REST stands for representational state transfer, and is a set of architectural styles that dictates the manners and patterns in which you construct your API. REST is nothing new; you are probably already well attuned to it because that's how the World Wide Web is structured, so don't let the terminology alienate you.

There are six requirements for REST:

• Client-server: Defines a clear separation of concerns (SoC) between client and server. The client should provide the user interface, while the server provides the data.
• Stateless: No transient information about the client should be held on the server. In other words, the server should not persist client sessions; if sessions need to be persisted, it must be done on the client. Any requests that arrive at the server must contain all the information required to process that request.
  This is not to say that servers cannot store any state; servers can still persist resource state inside databases. But servers should not store temporary application state in memory.
  The importance of this constraint will become apparent in Chapter 18, Robust Infrastructure with Kubernetes, when we deploy our application as a cluster of load-balanced servers. By being stateless, requests can be fulfilled by any of the servers in the cluster, and servers can be restarted without losing information.

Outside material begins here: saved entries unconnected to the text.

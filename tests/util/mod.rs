//! Shared helpers for the integration tests: run the binary, compare numbers.
#![allow(dead_code)]

use std::process::{Command, Output};

/// Run the `loopside` binary with `args` and no standard input.
pub fn loopside(args: &[&str]) -> Output {
    Command::new(env!("CARGO_BIN_EXE_loopside"))
        .args(args)
        .env_remove("LOOPSIDE_DATA")
        .stdin(std::process::Stdio::null())
        .output()
        .expect("the loopside binary runs")
}

/// Run the binary expecting success, and parse its single JSON object.
pub fn loopside_json(args: &[&str]) -> serde_json::Value {
    let out = loopside(args);
    assert!(
        out.status.success(),
        "loopside {args:?} failed: {}",
        String::from_utf8_lossy(&out.stderr)
    );
    serde_json::from_slice(&out.stdout).unwrap_or_else(|e| {
        panic!(
            "loopside {args:?} printed no JSON ({e}): {}",
            String::from_utf8_lossy(&out.stdout)
        )
    })
}

/// Run the binary expecting bad-input exit code 2; return stderr.
pub fn loopside_refuses(args: &[&str]) -> String {
    let out = loopside(args);
    let stderr = String::from_utf8_lossy(&out.stderr).to_string();
    assert_eq!(
        out.status.code(),
        Some(2),
        "loopside {args:?} should exit 2; stdout {} stderr {stderr}",
        String::from_utf8_lossy(&out.stdout)
    );
    assert!(out.stdout.is_empty(), "nothing on stdout for bad input");
    assert_eq!(
        stderr.trim().lines().count(),
        1,
        "one-line message: {stderr}"
    );
    stderr
}

/// Assert `actual` is within `tol` of `expected`, with a message naming `what`.
#[track_caller]
pub fn close(actual: f64, expected: f64, tol: f64, what: &str) {
    assert!(
        (actual - expected).abs() <= tol,
        "{what}: got {actual}, expected {expected} ± {tol}"
    );
}

/// A fresh empty folder under the system temp folder, removed when dropped.
pub struct TempDir(pub std::path::PathBuf);

impl TempDir {
    /// A new folder whose name starts with `what`.
    pub fn new(what: &str) -> TempDir {
        use std::sync::atomic::{AtomicU64, Ordering};
        static N: AtomicU64 = AtomicU64::new(0);
        let nanos = std::time::SystemTime::now()
            .duration_since(std::time::UNIX_EPOCH)
            .map(|d| d.as_nanos())
            .unwrap_or(0);
        let p = std::env::temp_dir().join(format!(
            "loopside-test-{what}-{}-{}-{nanos}",
            std::process::id(),
            N.fetch_add(1, Ordering::Relaxed)
        ));
        std::fs::create_dir_all(&p).expect("temp folder");
        TempDir(p)
    }

    /// The folder.
    pub fn path(&self) -> &std::path::Path {
        &self.0
    }

    /// The folder as a string, for command-line arguments.
    pub fn arg(&self) -> String {
        self.0.to_string_lossy().into_owned()
    }
}

impl Drop for TempDir {
    fn drop(&mut self) {
        let _ = std::fs::remove_dir_all(&self.0);
    }
}

/// Every file name (recursively, relative) under `dir`, sorted.
pub fn files_under(dir: &std::path::Path) -> Vec<String> {
    fn walk(base: &std::path::Path, dir: &std::path::Path, out: &mut Vec<String>) {
        if let Ok(rd) = std::fs::read_dir(dir) {
            for e in rd.flatten() {
                let p = e.path();
                if p.is_dir() {
                    walk(base, &p, out);
                } else if let Ok(rel) = p.strip_prefix(base) {
                    out.push(rel.to_string_lossy().into_owned());
                }
            }
        }
    }
    let mut v = Vec::new();
    walk(dir, dir, &mut v);
    v.sort();
    v
}

/// A small deterministic random number source for tests (xorshift64*).
pub struct Rng(pub u64);

impl Rng {
    /// Seeded from the clock, printed so a failure can be replayed.
    pub fn from_clock(what: &str) -> Rng {
        let seed = std::time::SystemTime::now()
            .duration_since(std::time::UNIX_EPOCH)
            .map(|d| d.as_nanos() as u64)
            .unwrap_or(1)
            | 1;
        eprintln!("{what}: seed {seed}");
        Rng(seed)
    }

    /// The next 64 random bits.
    pub fn next(&mut self) -> u64 {
        self.0 ^= self.0 >> 12;
        self.0 ^= self.0 << 25;
        self.0 ^= self.0 >> 27;
        self.0.wrapping_mul(0x2545_f491_4f6c_dd1d)
    }

    /// A number in `0..n`.
    pub fn below(&mut self, n: u64) -> u64 {
        self.next() % n.max(1)
    }
}

#[cfg(feature = "ui")]
thread_local! {
    static UI_READY: std::cell::Cell<bool> = const { std::cell::Cell::new(false) };
}

/// Slint's testing backend, set up once per test thread (UI tests only).
#[cfg(feature = "ui")]
pub fn ui_backend() {
    UI_READY.with(|r| {
        if !r.get() {
            i_slint_backend_testing::init_no_event_loop();
            r.set(true);
        }
    });
}

/// Ways a technician types the start of a period, accepted alike by the Log screen's
/// *Since* field and by `note list --since` / `export --since`.
pub const PERIOD_FORMS: &[&str] = &[
    "12 h",
    "12h",
    "1,5 hours",
    "3 d",
    "3 days",
    "today",
    "Yesterday",
    "2026-11-28",
    "2026-11-30 06:00",
    "2026-11-30T06:00:00Z",
];

/// Texts that are not a period, refused alike by every front, naming the field.
pub const NOT_PERIODS: &[&str] = &["last week", "-3 h", "9000 h", "400 d", "2026-13-01", "h"];

/// Mid-afternoon at Brindlemoor, 1 December 2026 (UTC+1): the moment the action tests
/// act at.
pub fn afternoon() -> chrono::DateTime<chrono::FixedOffset> {
    chrono::DateTime::parse_from_rfc3339("2026-12-01T15:30:00+01:00").expect("a time")
}

/// The demo plant (Brindlemoor Water Reclamation Works) in a memory store, its log
/// written up to `now`.
pub fn brindlemoor(now: chrono::DateTime<chrono::FixedOffset>) -> loopside::store::MemoryStore {
    let mut store = loopside::store::MemoryStore::new();
    loopside::demo::fill(&mut store, now).expect("the demo fills an empty store");
    store
}

/// Finding and driving the app's elements by accessible label, for the UI tests.
#[cfg(feature = "ui")]
pub mod ui {
    use i_slint_backend_testing::{AccessibleRole, ElementHandle, ElementRoot};
    use loopside::app::{App, AppState};
    use slint::ComponentHandle;

    /// The app on `state` in a `width` × `height` window (logical px); a tall window keeps
    /// every element in view for the search.
    pub fn app_sized(state: AppState, width: f32, height: f32) -> App {
        super::ui_backend();
        let app = App::new(state).unwrap();
        app.window
            .window()
            .set_size(slint::LogicalSize::new(width, height));
        // The window picks its phone or desktop layout in a `changed width` handler, which
        // an event loop runs; the testing backend has none, so it is run here (without it
        // the layout chosen for the backend's default size stays, whatever the width).
        slint::platform::update_timers_and_animations();
        app
    }

    /// Every element with this label and role.
    pub fn all(app: &App, label: &str, role: AccessibleRole) -> Vec<ElementHandle> {
        ElementHandle::find_by_accessible_label(&app.window, label)
            .filter(|e| e.accessible_role() == Some(role))
            .collect()
    }

    /// The one element with this label and role; when there is not exactly one, the
    /// failure lists the labels there are with that role.
    pub fn one(app: &App, label: &str, role: AccessibleRole) -> ElementHandle {
        let mut found = all(app, label, role);
        if found.len() != 1 {
            let labels: Vec<String> = app
                .window
                .root_element()
                .query_descendants()
                .find_all()
                .into_iter()
                .filter(|e| e.accessible_role() == Some(role))
                .filter_map(|e| e.accessible_label().map(|l| l.to_string()))
                .collect();
            panic!(
                "expected one {role:?} labelled {label:?}, found {}; there are {labels:?}",
                found.len()
            );
        }
        found.remove(0)
    }

    /// Type `text` into the field labelled `label`.
    pub fn type_into(app: &App, label: &str, text: &str) {
        one(app, label, AccessibleRole::TextInput).set_accessible_value(text);
    }

    /// Tap the button labelled `label`.
    pub fn tap(app: &App, label: &str) {
        one(app, label, AccessibleRole::Button).invoke_accessible_default_action();
    }

    /// Tap the open tag form's *Save* and check it saved: no field is marked wrong (the
    /// error text is shown if one is).
    pub fn save_tag_form(app: &App) {
        use loopside::app::{FormField, TagsAdapter};
        tap(app, "Save");
        let tags = app.window.global::<TagsAdapter>();
        assert_eq!(
            tags.get_error_field(),
            FormField::None,
            "{}",
            tags.get_error_text()
        );
    }
}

It is this constraint that allows for the scalability of our application.
  However, this constraint does have its drawbacks, because the client must repeatedly send authentication information (for instance, a JSON Web Token, or JWT) with each request, increase the bandwidth used.
• Cacheable: If a response is going to be the same given the same request, then that response should be cached by the client and/or any intermediaries. A RESTful architecture requires that the response message must include an indication of whether the response should be cached, or not, and if so, for how long.

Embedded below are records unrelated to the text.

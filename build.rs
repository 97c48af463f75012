//! Build script: compiles the Slint UI (`ui/index.slint`) when the `ui` feature is on.
//!
//! Without the feature (core and command line only) there is nothing to do, so
//! `cargo test --no-default-features` never pays for the Slint compiler.

fn main() {
    #[cfg(feature = "ui")]
    {
        // Our own widgets draw everything the screens show; the std-widgets style only
        // matters for ScrollView, ListView and AboutSlint.
        // Debug info names elements for the UI tests (`ElementHandle` in
        // i-slint-backend-testing); it costs a few strings per element.
        let config = slint_build::CompilerConfiguration::new()
            .with_style("fluent".into())
            .with_debug_info(true);
        if let Err(e) = slint_build::compile_with_config("ui/index.slint", config) {
            // A build script reports by panicking; the message is the Slint diagnostic.
            panic!("ui/index.slint did not compile: {e}");
        }
    }
}
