/// Leakage finding codes of old records and the code each is read as today, mapped by the
/// direction measured as in [`OLD_LEAKAGE_OUTCOMES`]: `leakage` (receiver less) →
/// `leak-to-earth`, `extra-current` (receiver more) → `leak-across-pair`.
pub const OLD_LEAKAGE_CODES: [(&str, &str); 2] = [
    ("leakage", "leak-to-earth"),
    ("extra-current", "leak-across-pair"),
];

/// Today's id for an outcome saved under an old leakage id; any other id as it is.
pub fn current_outcome_id(outcome: &str) -> &str {
    OLD_LEAKAGE_OUTCOMES
        .iter()
        .find(|(old, _)| *old == outcome)
        .map_or(outcome, |(_, new)| new)
}

impl From<StoredFinding> for Finding {
    /// Reads an old leakage finding under today's code. The recorded measurements and
    /// text stay as they were (the text is what the technician was shown); a marked note
    /// is added that says what the direction measured means. An old `leakage` record's
    /// path resistance was worked out as if the path were across the pair, which a
    /// receiver reading less does not show, so it is taken out of the detail and quoted
    /// in the note instead.
    fn from(stored: StoredFinding) -> Finding {
        let StoredFinding {
            step,
            code,
            mut text,
            mut detail,
        } = stored;
        let Some((_, new_code)) = OLD_LEAKAGE_CODES.iter().find(|(old, _)| *old == code) else {
            return Finding {
                step,
                code,
                text,
                detail,
            };
        };
        if let Some(obj) = detail.as_object_mut() {
            if let Some(o) = obj.get("outcome").and_then(|o| o.as_str()) {
                let mapped = current_outcome_id(o).to_string();
                obj.insert("outcome".to_string(), serde_json::Value::String(mapped));
            }
        }
        let note = if *new_code == "leak-to-earth" {
            let old_path = detail
                .get_mut("leak_path_kohm")
                .map(serde_json::Value::take)
                .and_then(|v| v.as_f64());
            let dropped = match old_path {
                Some(k) => format!(
                    " The {} kΩ worked out then assumed a path across the pair and does not apply.",
                    display::fixed(k, 1)
                ),
                None => String::new(),
            };
            format!(
                " [Note added when this record was read: it was saved before loopside corrected the leakage direction. The receiver read less than the transmitter, which points to current leaving the loop to earth between them (or a device fed from the loop), not to a path across the pair.{dropped} {LEAKAGE_ASSUMED_LOOP}]"
            )
        } else {
            format!(
                " [Note added when this record was read: it was saved before loopside corrected the leakage direction. The receiver read more than the transmitter, which points to a path across the pair in parallel with the transmitter (moisture, a surge protector, damaged insulation), not to an outside source. {LEAKAGE_ASSUMED_LOOP}]"
            )
        };
        text.push_str(&note);
        Finding {
            step,
            code: new_code.to_string(),
            text,
            detail,
        }
    }
}

impl Finding {
    fn new(code: &str, text: String, detail: impl Serialize) -> Finding {
        Finding {
            step: String::new(),
            code: code.to_string(),
            text,
            detail: serde_json::to_value(detail).unwrap_or(serde_json::Value::Null),
        }
    }
}

/// What an evaluation gives: the branch to take and the findings.
#[derive(Debug, Clone, PartialEq)]
pub struct Evaluated {
    /// The outcome name (one of [`Evaluation::outcomes`]).
    pub outcome: &'static str,
    /// Findings, in the order to show them.
    pub findings: Vec<Finding>,
}

/// The evaluations a procedure may name.
#[derive(Debug, Clone, Copy, PartialEq, Eq, Serialize, Deserialize)]
#[serde(rename_all = "kebab-case")]
pub enum Evaluation {
    /// NE 43 band of the current at the transmitter.
    BandAtTransmitter,
    /// NE 43 band of the current at the receiver.
    BandAtReceiver,
    /// Is there supply voltage, and enough of it?
    Supply,
    /// Terminal volts against the transmitter minimum, with the budget's numbers.
    TerminalVolts,
    /// Current at the transmitter against current at the receiver.
    Leakage,
    /// The same, with the receiver current from the volts across its resistor.
    LeakageFromResistor,
    /// Receiver display against the loop current.
    DisplayMismatch,
    /// Loop current against the true process value.
    TransmitterMismatch,
    /// Indicator and control system against the loop current.
    IndicatorVsControl,
    /// Loop resistance against the HART window.
    HartWindow,
    /// AC volts from shield to ground.
    ShieldNoise,
    /// Swing of the loop current against the tolerance.
    CurrentSwing,
}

  This constraint could be beneficial as it helps reduce bandwidth usage, and can reduce the load on the server, freeing it up to service more requests.

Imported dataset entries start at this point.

Precision. In double precision ε = ‖φ‖² − sᵀG⁻¹s carries an absolute rounding error of
~1e-16–1e-15 (the cancellation of two numbers near ‖φ‖², with G, s and the prefactors accurate
to a few ulp; measured against the extended evaluations), its gradient ~1e-15 and its Hessian
~1e-14: enough to search, not enough to place an
optimum whose ε is ~1e-15 (or its flattest direction to better than ~1e-5 in ln α).
``evaluate_ball`` evaluates the same closed forms in Arb ball arithmetic (python-flint;
F. Johansson, IEEE Trans. Comput. 66, 1281, 2017) at 113 bits, every I_ν from Chebyshev pieces
computed at 192 bits (``_BallTable``: within ~3e-37 of the closed forms, which it falls back to
where a series has not converged: integer ν by erfc and the recurrences, non-integer ν from
Arb's hypgeom_u, at a working precision raised until Arb's own error bound is below 2^-113);
the linear algebra uses Arb's midpoint solver, so the results are accurate to about that level
without being rigorous enclosures. ``evaluate_mp`` does the same in
mpmath at MP_DIGITS digits (non-integer ν from mpmath's hyperu) and serves as the independent
check of the other two (tests).

Gradient and Hessian (variable projection, G. H. Golub, V. Pereyra, SIAM J. Numer. Anal. 10,
413, 1973): with c = G⁻¹s optimal, ∂ε/∂x_k = −2 c_k ∂s_k/∂x_k + 2 c_k Σ_j c_j ∂G_kj/∂x_k
(x = ln α, the partial derivative taken in the first index only); the Hessian is derived in
``_assemble``.
"""

from __future__ import annotations

import math
import threading
from dataclasses import dataclass
from functools import lru_cache

import numpy as np

from .integrals import radial_integrals_mp

# Range of the exponents a fit may use, bohr⁻² at ζ = 1 (scaled by ζ_min², ζ_max² of a fit):
# no fit of the library comes near either end (they span 4e-3 … 7e3).
ALPHA_MIN = 1e-3
ALPHA_MAX = 1e6
# √ of the smallest reciprocal condition number of the Gram matrix accepted: cond(G) ≤ 1e14
# (common practice, no source: beyond it the coefficients lose more than 2 of their 16 digits).
MIN_RCOND = 1e-7
MP_DIGITS = 34  # digits of the mpmath evaluation (ε ~ 1e-15 resolved to ~1e-34)


@dataclass(frozen=True)
class Target:
    """One STO of a fit: R(r) = N r^(n_eff − 1) e^(−ζ r), angular momentum l (Gaussians r^l)."""

    n_eff: float
    l: int
    zeta: float


def sto_norm(n_eff: float, zeta: float) -> float:
    """N of r^(n*−1) e^(−ζr): N² ∫ r^(2n*) e^(−2ζr) dr = 1, N = (2ζ)^(n*+½) / √Γ(2n*+1)."""
    return math.exp((n_eff + 0.5) * math.log(2.0 * zeta) - 0.5 * math.lgamma(2.0 * n_eff + 1.0))


def sto_h1_norm2(n_eff: float, l: int, zeta: float, scale: float) -> float:
    """‖φ‖² in the H¹ norm: 1 + ζ₁⁻² N² ∫ r^(2n*) e^(−2ζr) ((n*−1−l)/r − ζ)² dr, in closed form."""
    a = n_eff - 1.0 - l
    grad2 = a * a * 4.0 * zeta * zeta / (2.0 * n_eff * (2.0 * n_eff - 1.0)) - 2.0 * a * zeta * zeta / n_eff + zeta * zeta
    return 1.0 + grad2 / (scale * scale)


def integrals_nonint_mp(nu: float, count: int, a, zeta):
    """I_ν … I_(ν+count−1) at one α for real ν in mpmath (current precision): the closed form
    Γ(ν)(4α)^(−ν/2) U(ν/2, ½, ζ²/(4α)) for the first two, the recurrence upwards for the rest."""
    import mpmath as mp

    a, zeta, nu = mp.mpf(a), mp.mpf(zeta), mp.mpf(nu)
    z = zeta * zeta / (4 * a)

    def closed(v):
        return mp.gamma(v) * (4 * a) ** (-v / 2) * mp.hyperu(v / 2, mp.mpf(1) / 2, z)

    out = [closed(nu), closed(nu + 1)]
    while len(out) < count:
        v = nu + len(out) - 2
        out.append((v * out[-2] - zeta * out[-1]) / (2 * a))
    return out[:count]


class _Double:
    """Double-precision backend of ``_assemble``: numpy floats, batched LAPACK."""

    exp = staticmethod(np.exp)
    sqrt = staticmethod(np.sqrt)

    @staticmethod
    def const(v):
        return float(v)

    @staticmethod
    def checked(g):
        """(g', valid): which Gram matrices of g (S, N, N) are positive definite with the smallest
        Cholesky diagonal ≥ MIN_RCOND × the largest (that ratio bounds cond(G) from below by its
        inverse square: a cheap guard against near-dependent primitives); g' has the others
        replaced by the identity."""
        valid = np.ones(g.shape[0], dtype=bool)
        try:
            low = np.linalg.cholesky(g)
        except np.linalg.LinAlgError:
            low = np.empty_like(g)
            for k in range(g.shape[0]):
                try:
                    low[k] = np.linalg.cholesky(g[k])
                except np.linalg.LinAlgError:
                    valid[k] = False
                    low[k] = np.eye(g.shape[1])
        diag = np.diagonal(low, axis1=1, axis2=2)
        valid &= diag.min(axis=1) >= MIN_RCOND * diag.max(axis=1)
        if not valid.all():
            g = g.copy()
            g[~valid] = np.eye(g.shape[1])
        return g, valid

    @classmethod
    def factor(cls, g):
        """(solve, valid): a batched solver for the checked Gram matrices (see ``checked``)."""
        g, valid = cls.checked(g)

        def solve(b):
            return np.linalg.solve(g, b[..., None])[..., 0] if b.ndim == 2 else np.linalg.solve(g, b)

        return solve, valid

    @staticmethod
    def total(v):
        return v.sum(axis=-1)

    matmul = staticmethod(np.matmul)


class _Extended:
    """mpmath backend of ``_assemble`` (numpy object arrays of mpf, a Cholesky written out)."""

    def __init__(self):
        import mpmath as mp

        self.mp = mp
        self.exp = np.frompyfunc(mp.exp, 1, 1)
        self.sqrt = np.frompyfunc(mp.sqrt, 1, 1)

    def const(self, v):
        return self.mp.mpf(v)

    def log(self, v):
        return self.mp.log(v)

    def lgamma(self, v):
        return self.mp.loggamma(v)

    def _factor_one(self, g):
        size = g.shape[0]
        low = np.full((size, size), self.mp.mpf(0), dtype=object)
        for j in range(size):
            pivot = g[j, j] - (low[j, :j] @ low[j, :j] if j else 0)
            if not pivot > 0:
                return None
            low[j, j] = self.mp.sqrt(pivot)
            if j + 1 < size:
                low[j + 1 :, j] = (g[j + 1 :, j] - (low[j + 1 :, :j] @ low[j, :j] if j else 0)) / low[j, j]
        diag = np.diag(low)
        if not min(diag) >= max(diag) * MIN_RCOND:
            return None
        return low

    def factor(self, g):
        lows = [self._factor_one(gk) for gk in g]
        valid = np.array([low is not None for low in lows])
        size = g.shape[1]

        def solve_one(low, b):
            y = np.array(b.reshape(size, -1), dtype=object)
            for i in range(size):  # L y = b
                y[i] = (y[i] - low[i, :i] @ y[:i]) / low[i, i] if i else y[i] / low[i, i]
            for i in range(size - 1, -1, -1):  # Lᵀ c = y
                y[i] = (y[i] - low[i + 1 :, i] @ y[i + 1 :]) / low[i, i] if i + 1 < size else y[i] / low[i, i]
            return y.reshape(b.shape)

        def solve(b):
            return np.array([solve_one(low, bk) if low is not None else bk for low, bk in zip(lows, b)], dtype=object)

        return solve, valid

    def total(self, v):
        return np.array([self.mp.fsum(row) for row in v], dtype=object)

    matmul = staticmethod(np.matmul)


class _Ball:
    """python-flint (Arb ball arithmetic, C) backend of ``_assemble``: numpy object arrays of
    arb at BALL_BITS bits, the matrix products and solves in arb_mat (midpoint algorithm); about
    five times faster than mpmath. The Gram matrices are checked for MIN_RCOND in double."""

    def __init__(self):
        from flint import arb, arb_mat

        self.arb, self.arb_mat = arb, arb_mat
        self.exp = np.frompyfunc(lambda v: v.exp(), 1, 1)
        self.sqrt = np.frompyfunc(lambda v: v.sqrt(), 1, 1)

    def const(self, v):
        return self.arb(v)

    @staticmethod
    def log(v):
        return v.log()

    @staticmethod
    def lgamma(v):
        return v.lgamma()

    def _mat(self, m):
        return self.arb_mat(m.tolist())

    def _back(self, m):
        out = np.empty((m.nrows(), m.ncols()), dtype=object)
        for i, row in enumerate(m.tolist()):
            out[i, :] = row
        return out

    def factor(self, g):
        mid = np.vectorize(lambda v: float(v.mid()), otypes=[float])(g)
        _, valid = _Double.factor(mid)
        mats = [self._mat(gk) for gk in g]

        def solve(b):
            out = []
            for m, bk, ok in zip(mats, b, valid):
                if not ok:
                    out.append(bk)
                    continue
                col = bk.ndim == 1
                rhs = self._mat(bk.reshape(bk.shape[0], -1))
                x = self._back(m.solve(rhs, algorithm="approx"))
                out.append(x[:, 0] if col else x)
            return np.array(out, dtype=object)

        return solve, valid

    def total(self, v):
        out = np.empty(v.shape[0], dtype=object)
        for k, row in enumerate(v):
            acc = self.arb(0)
            for item in row:
                acc += item
            out[k] = acc
        return out

    def matmul(self, a, b):
        return np.array([self._back(self._mat(ak) * self._mat(bk)) for ak, bk in zip(a, b)], dtype=object)


@lru_cache(maxsize=None)
def _pairs(size: int) -> tuple[np.ndarray, np.ndarray]:
    """Row and column indices above the diagonal of an N × N matrix (``np.triu_indices`` order)."""
    return np.triu_indices(size, 1)


def _symmetric(ops, upper, diagonal, size: int, lower=None):
    """(S, N, N) from the values above the diagonal (S, N(N−1)/2, ``_pairs`` order), ``lower``
    below it (default the same: a symmetric matrix) and a constant diagonal."""
    iu, ju = _pairs(size)
    out = np.empty((upper.shape[0], size, size), dtype=upper.dtype)
    out[:, iu, ju] = upper
    out[:, ju, iu] = upper if lower is None else lower
    out[:, np.arange(size), np.arange(size)] = ops.const(diagonal)
    return out


def _gram_shared(ops, x, alpha):
    """The l-independent parts of the Gram matrices, from α = e^x (no exponential per pair, each
    pair formed once): q = α/(α+β), its complement q̄ = β/(α+β) (the transpose of q, not 1 − q,
    which loses digits where q is near 1), T = q − q̄, and sech((x − y)/2) = 2√(αβ)/(α+β) above
    the diagonal (S, N(N−1)/2)."""
    size = x.shape[1]
    iu, ju = _pairs(size)
    a_i, a_j = alpha[:, iu], alpha[:, ju]
    total = a_i + a_j
    q = _symmetric(ops, a_i / total, 0.5, size, a_j / total)
    qc = np.swapaxes(q, 1, 2)
    root = ops.sqrt(alpha)
    sech_upper = root[:, iu] * root[:, ju] * 2 / total
    return q, qc, q - qc, sech_upper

• Layered system: Many applications, especially Node.js applications, are reverse proxied by a web server (for instance, NGINX). This means that before a request reaches our application, it may pass through layers consisting of web server(s), load balancers (for instance, HAProxy), and/or a caching server (for instance, Varnish).
  The layered system constraint dictates that the client should not know about these layers; in simpler terms, the client should not have to care about the implementation of the server.
• Code on demand: An optional constraint that allows the server to return code for the client to execute. For example, the server may send back custom JavaScript code, Java applets, or Flash applications. This can be viewed as an extension to the client-server constraint, as it ensures that the client doesn't need to implement code specific for that server, which would otherwise couple the client and server together.
• Uniform interface: An interface is a shared boundary that is used to exchange information between two components. An interface is important as it decouples the server from the clients; as long as both adhere to the same interface, they can be developed independently.
  The uniform interface constraint specifies rules on how this interface should be structured, and is further subdivided into four sub-constraints (a.k.a. interface constraints):
  • Identification of resources: a unit of data that is stored on the server is called a resource. The resource is an abstract entity, such as a person or a product. This constraint requires that our API assign an identifier to every resource. Otherwise, the client won't be able to interact with it.
    When using REST with HTTP, this constraint is fulfilled by the use of Uniform Resource Locators, or URLs. For example, product #58 should be accessible through the URL api.myapp.com/users/58/.
  • Manipulation of resources through representations: You can represent a resource in different formats, such as XML or JSON. These are different representations of the same resource.
    If a client wishes to manipulate a resource in some way, this constraint requires the client to send a full or partial representation of the desired state of the resource.
    As an extension to this, the server should also indicate to the client which representations it is willing to accept, and which representation it is sending back. When using REST with HTTP, this is done through the Accept and Content-Type headers, respectively.
  • Self-descriptive messages: The response from the server should contain all the information the client requires to process it properly.
  • Hypermedia as the engine of application state (HATEOAS): This requires the server response to include a list of actions that the client can take after receiving the response.

In order to apply the "RESTful" label to an API, it must adhere to all the constraints except code on demand (which is optional).